Your instructions :: Filter the records below down to lines containing "soft".

(Source records)
import { useNavigate, useSearchParams } from 'react-router-dom';
import type { Analysis } from '@contracts/analysis';
import type { Assignment } from '@contracts/assignments';
import type { Role } from '@contracts/auth';
import type { Sale } from '@contracts/sales';
import { formatIsoDate } from '../../../lib/format-date';
import { useTimeAdjustment, timeAdjustmentRefusal } from '../hooks/use-time-adjustment';
import { figureFormat } from '../lib/figure-format';
import { flagsBySale } from '../lib/flag-words';
import { chooseGroup, GROUP_PARAM, orderedGroups, trendOf } from '../lib/group-choice';
import { saleHref, saleLookup } from '../lib/sale-lookup';
import { AnalysisCard } from './analysis-card';
import { ExcludedSales } from './excluded-sales';
import { FittedGroup } from './fitted-group';
import { FlaggedSales } from './flagged-sales';
import { GROUP_PANEL_ID, groupTabId, NeighbourhoodSwitcher } from './neighbourhood-switcher';
import { TimeAdjustmentSwitch } from './time-adjustment-switch';
import { TrendPanel } from './trend-panel';

interface Props {
  analysis: Analysis;
  sales: readonly Sale[] | undefined;
  assignment: Assignment;
  role: Role;
}

function lockReason(role: Role, assignment: Assignment): string | null {
  if (role !== 'appraiser') return 'Only the appraiser can change this setting.';
  if (assignment.status !== 'in_progress' && assignment.status !== 'revisions_requested') {
    return 'The assignment is with the reviewer or signed, so its settings cannot change now.';
  }
  return null;
}

/** The market analysis of one assignment: pick a neighbourhood, then read its fit from the scatter
 * down to the flagged sales. The workspace adds the cautions below. */
export function MarketAnalysisView({ analysis, sales, assignment, role }: Props) {
  const [params, setParams] = useSearchParams();
  const navigate = useNavigate();
  const timeAdjustment = useTimeAdjustment(assignment.id, assignment.version);

  const groups = orderedGroups(analysis);
  const group = chooseGroup(groups, params.get(GROUP_PARAM), analysis.subjectGroup);
  const format = figureFormat(analysis.currency, analysis.areaUnit);
  const lookup = saleLookup(sales, analysis);
  const openSale = (saleId: number) => navigate(saleHref(assignment.id, saleId));
  const choose = (name: string) =>
    setParams(
      (current) => {
        const next = new URLSearchParams(current);
        next.set(GROUP_PARAM, name);
        return next;
      },
      { replace: true },
    );

  if (!group) {
    return <p className="text-ink-soft">There are no usable sales yet: add sales on the Comparables step and their analysis appears here.</p>;
  }
  const flags = flagsBySale(group);
  const flaggedIds = new Set(flags.keys());

  return (
    <div className="flex flex-col gap-5">
      <div className="flex flex-col gap-2">
        <NeighbourhoodSwitcher groups={groups} chosen={group.neighbourhood} subjectGroup={analysis.subjectGroup} onChoose={choose} />
        <p className="text-[0.8125rem] text-ink-faint">
          {analysis.timeAdjustment ? 'Time-adjusted prices' : 'Prices as sold'} · effective date{' '}
          <span className="figures">{formatIsoDate(analysis.effectiveDate)}</span> · floor area in {format.unit}, prices in {analysis.currency}
        </p>
      </div>

      <div role="tabpanel" id={GROUP_PANEL_ID} aria-labelledby={groupTabId(group.neighbourhood)} className="flex flex-col gap-5">
        {group.fit && !group.refusal ? (
          <FittedGroup analysis={analysis} group={{ ...group, fit: group.fit }} flags={flags} format={format} lookup={lookup} onOpen={openSale} />
        ) : (
          <AnalysisCard title={`No line for ${group.neighbourhood}`} labelId="refusal-title">
            <p className="text-[0.9375rem] text-ink" data-testid="group-refusal">
              {group.refusal?.message ?? 'These sales cannot be fitted.'}
            </p>
          </AnalysisCard>
        )}

        <AnalysisCard
          title="Market conditions"
          labelId="trend-title"
          description={`Price per ${format.unit} against months before the effective date, ${group.neighbourhood}.`}
        >
          <TrendPanel
            trend={trendOf(analysis, group)}
            flaggedIds={flaggedIds}
            format={format}
            lookup={lookup}
            onOpen={openSale}
            chartHeight={260}
            control={
              <TimeAdjustmentSwitch
                on={analysis.timeAdjustment}
                busy={timeAdjustment.isPending}
                lockedBecause={lockReason(role, assignment)}
                refusal={timeAdjustment.isError ? timeAdjustmentRefusal(timeAdjustment.error) : null}
                onChange={(on) => timeAdjustment.mutate(on)}
              />
            }
          />
        </AnalysisCard>

        <AnalysisCard
          title={group.pooled ? 'Flagged sales' : `Flagged sales in ${group.neighbourhood}`}
          labelId="flagged-title"
          description="A flagged sale is a question for the appraiser, not a verdict. Open a sale to keep it with a note or set it aside with a reason."
          aside={!group.pooled && group.fit && <span className="text-sm text-ink-soft"><span className="figures">{group.flagged.length}</span> of <span className="figures">{group.n}</span> sales</span>}
        >
          <FlaggedSales assignmentId={assignment.id} group={group} otherGroups={groups} format={format} lookup={lookup} onChooseGroup={choose} />
        </AnalysisCard>

        <AnalysisCard title="Set aside from the analysis" labelId="excluded-title" description="Excluded sales stay on record with the reason given.">
          <ExcludedSales assignmentId={assignment.id} excluded={analysis.excluded} />
        </AnalysisCard>
      </div>
    </div>
  );
}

Expected answer ::
    return <p className="text-ink-soft">There are no usable sales yet: add sales on the Comparables step and their analysis appears here.</p>;
          aside={!group.pooled && group.fit && <span className="text-sm text-ink-soft"><span className="figures">{group.flagged.length}</span> of <span className="figures">{group.n}</span> sales</span>}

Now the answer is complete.